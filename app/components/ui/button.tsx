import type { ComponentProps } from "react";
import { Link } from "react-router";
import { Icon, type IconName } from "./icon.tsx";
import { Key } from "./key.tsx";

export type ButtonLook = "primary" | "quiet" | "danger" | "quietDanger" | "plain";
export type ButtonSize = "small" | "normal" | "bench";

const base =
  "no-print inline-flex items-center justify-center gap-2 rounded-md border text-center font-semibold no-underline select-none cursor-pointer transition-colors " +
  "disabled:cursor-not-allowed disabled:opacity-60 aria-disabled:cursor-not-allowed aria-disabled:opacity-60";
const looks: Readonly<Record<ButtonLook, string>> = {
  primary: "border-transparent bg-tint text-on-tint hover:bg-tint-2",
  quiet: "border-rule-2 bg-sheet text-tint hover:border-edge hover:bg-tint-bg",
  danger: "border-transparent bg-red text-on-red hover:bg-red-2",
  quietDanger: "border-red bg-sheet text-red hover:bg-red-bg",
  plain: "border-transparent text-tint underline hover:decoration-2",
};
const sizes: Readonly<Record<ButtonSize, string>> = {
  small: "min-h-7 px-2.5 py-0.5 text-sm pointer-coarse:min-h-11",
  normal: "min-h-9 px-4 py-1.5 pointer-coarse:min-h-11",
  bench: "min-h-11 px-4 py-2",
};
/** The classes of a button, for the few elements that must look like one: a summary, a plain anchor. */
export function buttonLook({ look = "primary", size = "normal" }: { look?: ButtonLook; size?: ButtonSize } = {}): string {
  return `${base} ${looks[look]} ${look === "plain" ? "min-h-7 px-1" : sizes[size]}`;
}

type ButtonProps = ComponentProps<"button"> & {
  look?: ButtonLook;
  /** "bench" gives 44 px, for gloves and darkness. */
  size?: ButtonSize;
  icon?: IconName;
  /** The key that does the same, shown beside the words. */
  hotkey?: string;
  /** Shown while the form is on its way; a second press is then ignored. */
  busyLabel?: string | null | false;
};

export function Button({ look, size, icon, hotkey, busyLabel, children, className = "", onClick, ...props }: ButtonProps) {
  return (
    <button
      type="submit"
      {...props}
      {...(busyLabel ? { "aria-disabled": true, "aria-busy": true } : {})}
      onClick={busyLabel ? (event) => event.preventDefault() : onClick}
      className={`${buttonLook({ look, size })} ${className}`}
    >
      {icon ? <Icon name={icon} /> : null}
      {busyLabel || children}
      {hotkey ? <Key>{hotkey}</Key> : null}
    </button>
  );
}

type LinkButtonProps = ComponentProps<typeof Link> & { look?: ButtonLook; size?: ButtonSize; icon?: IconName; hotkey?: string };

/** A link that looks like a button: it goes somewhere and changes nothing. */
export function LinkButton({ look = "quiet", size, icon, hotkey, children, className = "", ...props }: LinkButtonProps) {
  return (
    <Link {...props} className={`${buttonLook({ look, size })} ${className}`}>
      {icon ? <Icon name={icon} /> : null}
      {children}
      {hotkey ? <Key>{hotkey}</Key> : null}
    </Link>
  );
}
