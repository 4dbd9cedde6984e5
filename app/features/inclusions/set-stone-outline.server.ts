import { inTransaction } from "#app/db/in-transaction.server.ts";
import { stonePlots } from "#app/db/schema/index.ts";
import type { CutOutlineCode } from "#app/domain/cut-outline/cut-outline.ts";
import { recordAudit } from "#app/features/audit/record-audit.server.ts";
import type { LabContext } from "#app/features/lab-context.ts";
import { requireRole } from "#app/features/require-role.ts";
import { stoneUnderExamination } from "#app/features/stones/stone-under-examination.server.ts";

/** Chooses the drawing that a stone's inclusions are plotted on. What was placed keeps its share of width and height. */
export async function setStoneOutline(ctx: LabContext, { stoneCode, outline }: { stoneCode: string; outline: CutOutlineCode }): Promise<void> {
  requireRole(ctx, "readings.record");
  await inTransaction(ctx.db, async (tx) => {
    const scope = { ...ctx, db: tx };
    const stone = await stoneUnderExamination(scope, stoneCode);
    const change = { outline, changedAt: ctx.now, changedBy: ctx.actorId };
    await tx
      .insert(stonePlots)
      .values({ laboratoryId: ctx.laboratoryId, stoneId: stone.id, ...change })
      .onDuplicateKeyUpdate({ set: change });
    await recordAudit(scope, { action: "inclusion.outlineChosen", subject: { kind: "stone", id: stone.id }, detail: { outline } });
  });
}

* * *

▶ [Exercise aim]
Only the lines from the one holding "ctx.now, changedBy: ctx.actorId" through the end of the records should appear in the answer, each repeated exactly.

▶ [Solution for this task]
    const change = { outline, changedAt: ctx.now, changedBy: ctx.actorId };
    await tx
      .insert(stonePlots)
      .values({ laboratoryId: ctx.laboratoryId, stoneId: stone.id, ...change })
      .onDuplicateKeyUpdate({ set: change });
    await recordAudit(scope, { action: "inclusion.outlineChosen", subject: { kind: "stone", id: stone.id }, detail: { outline } });
  });
}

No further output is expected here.